History

United Kingdom
- Name: Brilliant
- Builder: A[lexander] Hall & Co., Aberdeen
- Launched: 20 July 1814
- Fate: Last listed in 1849

General characteristics
- Tons burthen: 330, or 332 (bm)
- Length: 97 ft 3 in (29.6 m), or 97 ft 2 in (29.6 m)
- Beam: 28 ft 8 in (8.7 m), or 29 ft 0 in (8.8 m)

= Brilliant (1814 ship) =

British merchantman 1814–1849

Brilliant was launched at Aberdeen in 1814. She initially traded with the Caribbean and South America. She made one voyage in 1820 carrying settlers to South Africa. She later traded across the North Atlantic, carrying emigrants from Scotland to Quebec and bringing back lumber. She was last listed in 1849.

==Career==
One report states that Brilliant was a whaler, but there is no evidence of that. She may have been built for the northern whale fishery (Greenland and Davis Strait), and strengthened against ice. However, there is no evidence that Brilliant ever engaged in whaling. Her construction cost was £15 s per ton.

Brilliant first appeared in Lloyd's Register in 1814 with Garrioch as master and owner, and trade London–Hayti.

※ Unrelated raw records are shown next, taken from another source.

class TriggerSpec(_Strict):
    name: str = Field(min_length=1)
    when: Conditions
    then: Literal["goto", "derate", "stop", "hotel"]
    leg: str | None = None
    factor: number(gt=0, le=1, optional=True) = None
    hotel: quantity("power", ge=0, optional=True) = None

    @model_validator(mode="after")
    def _action_args(self):
        need = {"goto": "leg", "derate": "factor", "hotel": "hotel"}.get(self.then)
        if need and getattr(self, need) is None:
            raise PydanticCustomError(
                "bb_value",
                "trigger '{name}' does '{then}' but has no '{need}'; allowed: "
                "then = 'goto' with leg, 'derate' with factor, 'hotel' with hotel, or 'stop'",
                {"name": self.name, "then": self.then, "need": need},
            )
        if not self.when.given():
            raise PydanticCustomError(
                "bb_value",
                "trigger '{name}' has no condition in 'when'; allowed: at least one of {allowed}",
                {"name": self.name, "allowed": ", ".join(Conditions.model_fields)},
            )
        return self


class ScheduleSpec(_Strict):
    at: quantity("time", ge=0)
    hotel: quantity("power", ge=0)


class ScenarioFile(_Strict):
    scenario: ScenarioInfo
    water: WaterSpec
    start: StartSpec = StartSpec()
    output: OutputSpec = OutputSpec()
    solver: SolverSpec = SolverSpec()
    limits: LimitsSpec = LimitsSpec()
    leg: list[LegSpec] = Field(min_length=1)
    trigger: list[TriggerSpec] = []
    schedule: list[ScheduleSpec] = []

| Year | Master | Owner | Trade | Source & notes |
|---|---|---|---|---|
| 1815 | Garrioch | Garrioch | London–Hayti | Lloyd's Register (LR) |
| 1820 | Bothwell | J.Robinson | Cork | LR |

Lloyd's Register for 1821 showed Brilliant with Bothwell, master, J.Robinson, owner, and trade Cork, changing to Plymouth transport. Captain William Bothwell sailed from England on 15 February 1820 bound for South Africa. He was bringing 144 settlers who were coming out under the 1820 Government Settler Scheme and Brilliant was one of some 20 vessels to bring out settlers that year. She made landfall on 30 April at Simon's Bay, and made final landfall on 15 May at Algoa Bay, Port Elizabeth.

| Year | Master | Owner | Trade | Source & notes |
|---|---|---|---|---|
| 1825 | Beverley | Lumsden | Liverpool–Quebec | LR |
| 1830 | A.Barclay | A.Mackie | Leith–Quebec | LR; in 1828 she struck on Blackwater Bank (Wexford) but got off. |

William Duthie purchased Brilliant in 1830. His timing was fortunate in that a depression was affecting Scotland while the south western region of Upper Canada was opening to immigrants. From 1830 to 1845 Brilliant carried more than 1300 immigrants to Canada, being usually the first vessel to arrive after winter. The number of passengers ranged between 20 (1830), and 175 (1832). She would then take on a cargo of lumber to carry back to Scotland.

| Year | Master | Owner | Trade | Source & notes |
|---|---|---|---|---|
| 1835 | A.Duthie | W.Duthie | Aberdeen–Quebec | LR; large repair 1833 |
| 1840 | A.Duthie J.Elliot | W.Duthie | Aberdeen–Quebec | LR; large repair 1833 |
| 1845 | J.Elliot | W.Duthie | Aberdeen–Quebec | LR; large repair 1833 & small repair 1843 |
| 1849 |  | W.Duthie | Shields | LR; large repair 1833 & small repair 1843 |

==Fate==
Brilliant was last listed in 1849. In 1850 the Duthie brothers launched a new , of 548 tons (bm; New Act (post 1836)).